See related Junger v. Daley crypto suit

Date: Sat, 6 Sep 1997 09:41:38 -0700
To: cypherpunks@Algebra.COM
From: Tim May <tcmay@got.net>
Subject: A helluva way to run a country, er, a world
Sender: owner-cypherpunks@cyberpass.net

At 7:54 AM -0700 9/6/97, Syniker@aol.com wrote:
>In a message dated 97-09-06 07:15:18 EDT, vznuri@netcom.com (Vladimir Z.
>Nuri) writes:
><< maybe I'm not following closely enough, but I haven't seen a *single*
> reference. that's really eerie. can't we get a *single*
> senator to bring up that issue? >>
>me neither... it's fucking mind-boggling....
>and where's all the 'censorship' people????
>it's like -- no one can make the 'connection' ....
>the CDA and FCA lists are dead ... not a word ...
>how can we all have wet powder at the same time?

I didn't see Detweiler's original message ('til just now), but I think this
is wrong, the "I haven't seen a *single*  reference" (to the
constitutionality of mandatory key escrow).

In some of the accounts of the Freeh-Feinstein-etc. colloquy, there were
mentions that mandatory key escrow probably would be desirable, but
probably not be possible. (I took this to mean they, including Freeh,
recognized it would be unconstitutional).

Of course, then the draft text of the GAK bill floated by the next day, and
it of course contained no references to constitutionality (not
surprisingly, as draft bills are not self-analyses).

Despite my cynicism, I'd expect the courts to issue an immediate stay on
enforcement on such a law, as happened with the CDA. With probably an
expedited hearing before the Supreme Court. As so many have noted, it seems
to be a slam dunk infringement on the right to speak freely and in whatever
language one wishes. And some 4th and 5th and other involvements.

It may be a stalking horse. A threat. Designed to force a compromise. "If
you don't pass McCain-Kerrey, this is what you'll get."

A helluva way to run a country, er, a world.

But look on the bright side: the militias and other patriot groups are
getting a huge bounce out of this. Stay far away from the nests of vipers.
Jefferson's wisdom that we need a revolution every generation or so is
apt...though it's been about 180 years too long.

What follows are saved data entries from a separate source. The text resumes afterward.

@unittest.skipIf(not CLI, "MOLQ_CLI is not set")
class ShowAndFormulaLookup(unittest.TestCase):
    """molq show reports composition, charge, ranges, modes, source and the
    data checks; species are found by formula as well as by name."""

    def test_show_json(self):
        out, _ = run_ok(self, "show", "CO2", "--format", "json")
        doc = json.loads(out)["species"][0]
        self.assertEqual(doc["name"], "CO2")
        self.assertEqual(doc["elements"], {"C": 1, "O": 2})
        self.assertEqual(doc["charge"], 0)
        # dfH(CO2, 298.15 K) = -393.522 kJ/mol, NIST-JANAF 1998 (the
        # built-in value; h(298.15 K) is dfH by molq's enthalpy scale)
        self.assertAlmostEqual(doc["formation_enthalpy_298"], -393522.0,
                               delta=0.5)
        self.assertIn("translation", doc["modes"])
        self.assertEqual(doc["warnings"], [])
        self.assertIn("source", doc)

    def test_show_text_and_warnings(self):
        text = ('{"schema_version": 1, "species": [{"name": "odd", '
                '"formula": "Ar", "molar_mass": 20, "structure": "atom"}]}')
        with species_file(text) as path:
            out, _ = run_ok(self, "show", "odd", "--data", path)
        self.assertIn("elements          Ar 1", out)
        self.assertRegex(out, r"\n  warning +species 'odd': field "
                              r"'molar_mass'")

    def test_formula_lookup(self):
        # a name that is not a formula, found through its formula
        text = ('{"schema_version": 1, "species": [{"name": "calcium '
                'vapour", "formula": "Ca", "structure": "atom"}]}')
        with species_file(text) as path:
            out, _ = run_ok(self, "show", "Ca", "--data", path)
            self.assertTrue(out.startswith("calcium vapour\n"), out)
            a, _ = run_ok(self, "table", "Ca", "--data", path, "--T", "500",
                          "--format", "csv")
            b, _ = run_ok(self, "table", "calcium vapour", "--data", path,
                          "--T", "500", "--format", "csv")
            self.assertEqual(a, b)
        self.assertEqual(run("show", "NoSuchThing")[0], 1)

    def test_show_help(self):
        out, _ = run_ok(self, "help", "show")
        self.assertTrue(out.startswith("Usage: molq show"), out)


SPECIES_DIR = DATA.parent.parent.parent / "data" / "species"
SHOW_CHECKS = DATA / "show_checks.json"


def species_entry(name):
    """The entry of built-in species `name`, read from data/species/*.json
    directly (not through molq)."""
    for path in sorted(SPECIES_DIR.glob("*.json")):
        with open(path, encoding="utf-8") as f:
            for entry in json.load(f)["species"]:
                if entry["name"] == name:
                    return entry
    raise KeyError(name)


@unittest.skipIf(not CLI, "MOLQ_CLI is not set")
class ShowRangeAndChecks(unittest.TestCase):
    """molq show prints the validated range and the results of the data
    checks (molar mass against the formula, plausibility of diatomic
    constants) in text and json.  Expected ranges come from the species
    files (N2: data/species/diatomics.json, e-: ions.json); the Kratzer
    estimate De = 4 Be^3/we^2 (common practice, any text on diatomic
    spectra) is computed here from the invented file's constants."""

    def test_validated_range_from_species_files(self):
        for name in ("N2", "e-"):
            with self.subTest(name=name):
                lo, hi = species_entry(name)["validated_range"]
                text, _ = run_ok(self, "show", name)
                self.assertIn("\n  validated range   %g K to %g K\n"
                              % (lo, hi), text)
                doc = json.loads(run_ok(self, "show", name, "--format",
                                        "json")[0])["species"][0]
                self.assertEqual(doc["validated_range"],
                                 [float(lo), float(hi)])
        text, _ = run_ok(self, "show", "N2")
        self.assertIn("validated range   100 K to 6000 K", text)

    def test_no_range(self):
        text, _ = run_ok(self, "show", "no-range", "--data", SHOW_CHECKS)
        self.assertIn("\n  validated range   (not stated by the data)\n",
                      text)
        doc = json.loads(run_ok(self, "show", "no-range", "--data",
                                SHOW_CHECKS, "--format", "json")[0])
        self.assertNotIn("validated_range", doc["species"][0])

    def test_clean_species_says_what_was_checked(self):
        text, _ = run_ok(self, "show", "N2")
        flat = " ".join(text.split())
        self.assertIn("data checks no warnings from the checks that apply "
                      "(molar mass against the formula; for diatomic states "
                      "the plausibility of De, alpha_e, we^2/(4 wexe), Be "
                      "against re, D0 against the atoms' formation "
                      "enthalpies)", flat)
        self.assertNotIn("\n  warning ", text)
        doc = json.loads(run_ok(self, "show", "N2", "--format", "json")[0])
        self.assertEqual(doc["species"][0]["warnings"], [])

    def test_plausibility_finding(self):
        we, be, de = 2358.57, 1.99824, 5.7e-7  # show_checks.json, slip-N2
        ratio = de / (4.0 * be ** 3 / we ** 2)
        self.assertAlmostEqual(ratio, 0.099, delta=0.001)
        text, err = run_ok(self, "show", "slip-N2", "--data", SHOW_CHECKS)
        self.assertIn("\n  validated range   300 K to 2500 K\n", text)
        self.assertRegex(text, r"\n  warning +species 'slip-N2': field "
                               r"'diatomic_states\[0\]\.De': 5\.7e-07 cm\^-1 "
                               r"is %s x the Kratzer estimate"
                               % re.escape("%.2g" % ratio))
        self.assertNotIn("no warnings", text)
        # The same finding on stderr, as for every file species.
        self.assertIn("molq: warning: %s: species 'slip-N2': field "
                      "'diatomic_states[0].De'" % SHOW_CHECKS, err)
        doc = json.loads(run_ok(self, "show", "slip-N2", "--data",
                                SHOW_CHECKS, "--format", "json")[0])
        sp = doc["species"][0]
        self.assertEqual(sp["validated_range"], [300.0, 2500.0])
        self.assertEqual(len(sp["warnings"]), 1, sp["warnings"])
        self.assertIn("'diatomic_states[0].De'", sp["warnings"][0])
        self.assertIn("Kratzer", sp["warnings"][0])


if __name__ == "__main__":
    unittest.main()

Now even those, like Sternlight, who claimed the government would never
require key escrow, have to admit we were right all along.

--Tim May

There's something wrong when I'm a felon under an increasing number of laws.
Only one response to the key grabbers is warranted: "Death to Tyrants!"
Timothy C. May              | Crypto Anarchy: encryption, digital money,
tcmay@got.net  408-728-0152 | anonymous networks, digital pseudonyms, zero
W.A.S.T.E.: Corralitos, CA  | knowledge, reputations, information markets,
Higher Power: 2^1398269     | black markets, collapse of governments.
"National borders aren't even speed bumps on the information superhighway."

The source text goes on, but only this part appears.